**Prompt**
Locate and copy each line in the data that contains the word "compression".

↓

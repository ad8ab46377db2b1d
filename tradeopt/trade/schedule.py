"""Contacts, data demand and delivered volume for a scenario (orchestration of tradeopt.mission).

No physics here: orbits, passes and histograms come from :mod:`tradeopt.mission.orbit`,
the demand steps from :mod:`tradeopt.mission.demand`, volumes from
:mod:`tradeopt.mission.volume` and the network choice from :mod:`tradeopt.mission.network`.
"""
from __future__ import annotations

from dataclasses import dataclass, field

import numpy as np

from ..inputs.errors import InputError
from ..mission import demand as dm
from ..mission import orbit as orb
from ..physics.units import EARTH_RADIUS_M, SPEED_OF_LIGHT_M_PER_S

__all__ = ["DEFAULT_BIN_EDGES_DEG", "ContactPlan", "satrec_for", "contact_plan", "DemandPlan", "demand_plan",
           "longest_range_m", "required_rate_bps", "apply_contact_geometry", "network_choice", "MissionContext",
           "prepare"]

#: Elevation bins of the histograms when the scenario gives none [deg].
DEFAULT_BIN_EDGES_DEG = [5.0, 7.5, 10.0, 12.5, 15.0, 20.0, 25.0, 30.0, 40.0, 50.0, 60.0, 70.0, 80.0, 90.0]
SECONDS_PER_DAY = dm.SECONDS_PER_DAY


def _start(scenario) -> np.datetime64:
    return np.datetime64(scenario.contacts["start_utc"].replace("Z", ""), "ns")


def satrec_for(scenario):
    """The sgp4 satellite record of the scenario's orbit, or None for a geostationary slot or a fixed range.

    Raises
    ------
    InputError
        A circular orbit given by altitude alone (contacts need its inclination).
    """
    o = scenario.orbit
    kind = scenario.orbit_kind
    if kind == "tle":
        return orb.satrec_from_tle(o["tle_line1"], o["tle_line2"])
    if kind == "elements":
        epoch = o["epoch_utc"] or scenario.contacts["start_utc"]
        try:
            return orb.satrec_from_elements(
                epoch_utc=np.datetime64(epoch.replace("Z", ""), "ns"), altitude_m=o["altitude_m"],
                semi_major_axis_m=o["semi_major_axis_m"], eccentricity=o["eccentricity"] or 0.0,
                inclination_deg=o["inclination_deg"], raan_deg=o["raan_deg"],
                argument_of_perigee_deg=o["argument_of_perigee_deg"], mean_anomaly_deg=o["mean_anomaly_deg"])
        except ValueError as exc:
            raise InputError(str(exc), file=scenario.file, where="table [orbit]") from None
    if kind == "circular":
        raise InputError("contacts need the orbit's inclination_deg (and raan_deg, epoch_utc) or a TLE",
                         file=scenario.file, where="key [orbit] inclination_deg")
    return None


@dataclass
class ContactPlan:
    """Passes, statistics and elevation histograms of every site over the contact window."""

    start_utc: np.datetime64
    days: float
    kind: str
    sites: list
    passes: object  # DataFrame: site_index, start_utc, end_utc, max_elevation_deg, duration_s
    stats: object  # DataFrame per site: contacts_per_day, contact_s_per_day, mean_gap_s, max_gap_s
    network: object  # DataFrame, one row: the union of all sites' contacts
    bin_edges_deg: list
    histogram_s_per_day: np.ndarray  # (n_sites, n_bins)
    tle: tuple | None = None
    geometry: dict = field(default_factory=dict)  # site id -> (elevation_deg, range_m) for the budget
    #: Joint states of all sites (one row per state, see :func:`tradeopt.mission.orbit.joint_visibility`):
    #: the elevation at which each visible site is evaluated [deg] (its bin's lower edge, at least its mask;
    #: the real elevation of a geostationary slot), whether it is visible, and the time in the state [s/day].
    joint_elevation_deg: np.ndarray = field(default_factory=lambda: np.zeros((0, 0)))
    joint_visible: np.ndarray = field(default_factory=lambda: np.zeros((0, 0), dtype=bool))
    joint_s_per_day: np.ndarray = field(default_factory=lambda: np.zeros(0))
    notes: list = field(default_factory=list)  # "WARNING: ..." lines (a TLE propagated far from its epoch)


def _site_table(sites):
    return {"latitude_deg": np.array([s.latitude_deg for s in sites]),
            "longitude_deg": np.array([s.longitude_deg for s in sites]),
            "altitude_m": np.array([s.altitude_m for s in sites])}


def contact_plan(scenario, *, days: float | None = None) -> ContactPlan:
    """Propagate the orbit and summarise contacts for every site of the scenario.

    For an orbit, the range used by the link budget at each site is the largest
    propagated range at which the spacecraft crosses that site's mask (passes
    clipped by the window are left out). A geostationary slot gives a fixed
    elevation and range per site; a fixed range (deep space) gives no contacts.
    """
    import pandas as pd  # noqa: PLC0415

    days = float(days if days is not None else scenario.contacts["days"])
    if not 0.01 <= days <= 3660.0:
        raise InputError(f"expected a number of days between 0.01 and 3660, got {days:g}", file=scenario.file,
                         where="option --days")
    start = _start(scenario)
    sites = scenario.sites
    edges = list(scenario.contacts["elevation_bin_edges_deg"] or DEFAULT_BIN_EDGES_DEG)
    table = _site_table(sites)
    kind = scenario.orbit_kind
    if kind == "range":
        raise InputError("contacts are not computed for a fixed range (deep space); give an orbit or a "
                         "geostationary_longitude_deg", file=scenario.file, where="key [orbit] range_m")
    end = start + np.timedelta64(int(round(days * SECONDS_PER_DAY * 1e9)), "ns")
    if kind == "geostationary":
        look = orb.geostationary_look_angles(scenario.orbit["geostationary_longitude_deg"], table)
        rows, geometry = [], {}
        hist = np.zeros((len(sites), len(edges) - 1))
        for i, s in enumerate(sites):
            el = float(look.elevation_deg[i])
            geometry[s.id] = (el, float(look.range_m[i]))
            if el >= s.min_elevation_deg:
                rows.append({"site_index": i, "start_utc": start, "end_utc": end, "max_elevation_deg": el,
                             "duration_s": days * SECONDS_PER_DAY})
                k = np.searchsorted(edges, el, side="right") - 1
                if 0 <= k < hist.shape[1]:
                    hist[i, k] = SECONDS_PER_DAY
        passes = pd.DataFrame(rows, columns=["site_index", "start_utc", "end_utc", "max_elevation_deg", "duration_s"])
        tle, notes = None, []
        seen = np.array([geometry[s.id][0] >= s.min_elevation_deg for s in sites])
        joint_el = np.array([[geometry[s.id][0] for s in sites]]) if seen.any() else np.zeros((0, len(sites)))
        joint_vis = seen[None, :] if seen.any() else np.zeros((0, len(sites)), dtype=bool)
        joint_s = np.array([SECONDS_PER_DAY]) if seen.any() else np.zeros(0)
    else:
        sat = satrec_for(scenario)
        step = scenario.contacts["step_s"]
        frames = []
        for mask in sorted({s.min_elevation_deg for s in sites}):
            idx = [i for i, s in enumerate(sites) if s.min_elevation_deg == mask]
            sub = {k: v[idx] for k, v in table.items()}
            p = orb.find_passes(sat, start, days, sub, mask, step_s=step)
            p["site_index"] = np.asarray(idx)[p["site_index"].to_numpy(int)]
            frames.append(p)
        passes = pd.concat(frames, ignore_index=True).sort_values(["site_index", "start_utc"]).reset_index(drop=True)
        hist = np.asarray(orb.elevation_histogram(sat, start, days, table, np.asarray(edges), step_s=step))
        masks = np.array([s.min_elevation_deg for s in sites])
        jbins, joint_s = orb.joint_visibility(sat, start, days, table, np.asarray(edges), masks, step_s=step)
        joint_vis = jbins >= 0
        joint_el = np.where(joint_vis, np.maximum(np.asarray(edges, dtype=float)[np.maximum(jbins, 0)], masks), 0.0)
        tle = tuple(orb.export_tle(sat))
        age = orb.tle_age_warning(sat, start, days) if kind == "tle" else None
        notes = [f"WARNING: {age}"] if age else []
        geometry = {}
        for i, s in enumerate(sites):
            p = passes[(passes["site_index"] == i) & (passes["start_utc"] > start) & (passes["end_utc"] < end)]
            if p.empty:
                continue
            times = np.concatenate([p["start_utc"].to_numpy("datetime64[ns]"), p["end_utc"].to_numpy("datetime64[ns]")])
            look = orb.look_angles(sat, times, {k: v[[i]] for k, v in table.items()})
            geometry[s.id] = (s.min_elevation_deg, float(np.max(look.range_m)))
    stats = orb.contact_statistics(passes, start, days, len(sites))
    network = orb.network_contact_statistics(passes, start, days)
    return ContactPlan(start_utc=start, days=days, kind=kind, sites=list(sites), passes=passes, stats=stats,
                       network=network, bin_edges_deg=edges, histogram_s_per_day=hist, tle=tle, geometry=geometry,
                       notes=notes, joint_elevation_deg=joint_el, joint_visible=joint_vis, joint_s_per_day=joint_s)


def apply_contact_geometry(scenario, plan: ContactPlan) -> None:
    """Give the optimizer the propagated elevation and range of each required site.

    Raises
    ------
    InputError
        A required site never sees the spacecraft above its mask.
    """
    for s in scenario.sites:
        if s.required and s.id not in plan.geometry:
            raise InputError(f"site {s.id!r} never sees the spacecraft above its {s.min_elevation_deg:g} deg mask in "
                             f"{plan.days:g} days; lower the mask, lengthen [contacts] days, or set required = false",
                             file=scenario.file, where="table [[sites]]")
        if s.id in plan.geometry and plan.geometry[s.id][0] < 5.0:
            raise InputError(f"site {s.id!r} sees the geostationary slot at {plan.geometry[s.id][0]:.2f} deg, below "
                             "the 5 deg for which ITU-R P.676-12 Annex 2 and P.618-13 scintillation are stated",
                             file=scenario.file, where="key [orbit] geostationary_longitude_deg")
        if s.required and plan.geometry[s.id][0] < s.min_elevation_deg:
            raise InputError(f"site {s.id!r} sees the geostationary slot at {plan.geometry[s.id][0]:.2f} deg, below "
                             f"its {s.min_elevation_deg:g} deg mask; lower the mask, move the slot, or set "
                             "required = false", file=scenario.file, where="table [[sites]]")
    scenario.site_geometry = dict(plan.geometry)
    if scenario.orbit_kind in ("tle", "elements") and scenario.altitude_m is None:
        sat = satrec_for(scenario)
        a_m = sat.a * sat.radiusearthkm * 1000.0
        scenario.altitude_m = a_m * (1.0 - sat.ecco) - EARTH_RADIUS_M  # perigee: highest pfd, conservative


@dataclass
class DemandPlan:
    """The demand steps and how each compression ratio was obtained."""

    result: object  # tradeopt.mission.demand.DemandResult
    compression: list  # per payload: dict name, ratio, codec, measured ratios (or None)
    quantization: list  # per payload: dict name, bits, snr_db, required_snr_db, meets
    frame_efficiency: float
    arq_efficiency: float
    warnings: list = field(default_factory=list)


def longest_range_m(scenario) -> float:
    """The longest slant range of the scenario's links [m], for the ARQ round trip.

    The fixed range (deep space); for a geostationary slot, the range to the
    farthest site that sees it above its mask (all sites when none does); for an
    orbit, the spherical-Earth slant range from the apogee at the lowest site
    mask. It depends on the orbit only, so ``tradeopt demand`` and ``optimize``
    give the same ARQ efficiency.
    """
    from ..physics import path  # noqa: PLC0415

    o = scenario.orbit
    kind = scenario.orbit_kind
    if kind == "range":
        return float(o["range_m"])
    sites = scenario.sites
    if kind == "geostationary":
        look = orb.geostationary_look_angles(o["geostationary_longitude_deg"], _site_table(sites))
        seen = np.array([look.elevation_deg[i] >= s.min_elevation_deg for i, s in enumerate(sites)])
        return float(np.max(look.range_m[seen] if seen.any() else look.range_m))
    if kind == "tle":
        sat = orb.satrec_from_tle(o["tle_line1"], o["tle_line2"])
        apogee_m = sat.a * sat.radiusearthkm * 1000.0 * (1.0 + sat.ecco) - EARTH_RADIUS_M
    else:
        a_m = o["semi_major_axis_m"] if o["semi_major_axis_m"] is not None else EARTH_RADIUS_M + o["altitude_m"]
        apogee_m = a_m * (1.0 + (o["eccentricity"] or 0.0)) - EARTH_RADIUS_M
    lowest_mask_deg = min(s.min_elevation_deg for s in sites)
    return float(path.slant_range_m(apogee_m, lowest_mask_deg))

↑

**Exercise output**
    """The demand steps and how each compression ratio was obtained."""
    compression: list  # per payload: dict name, ratio, codec, measured ratios (or None)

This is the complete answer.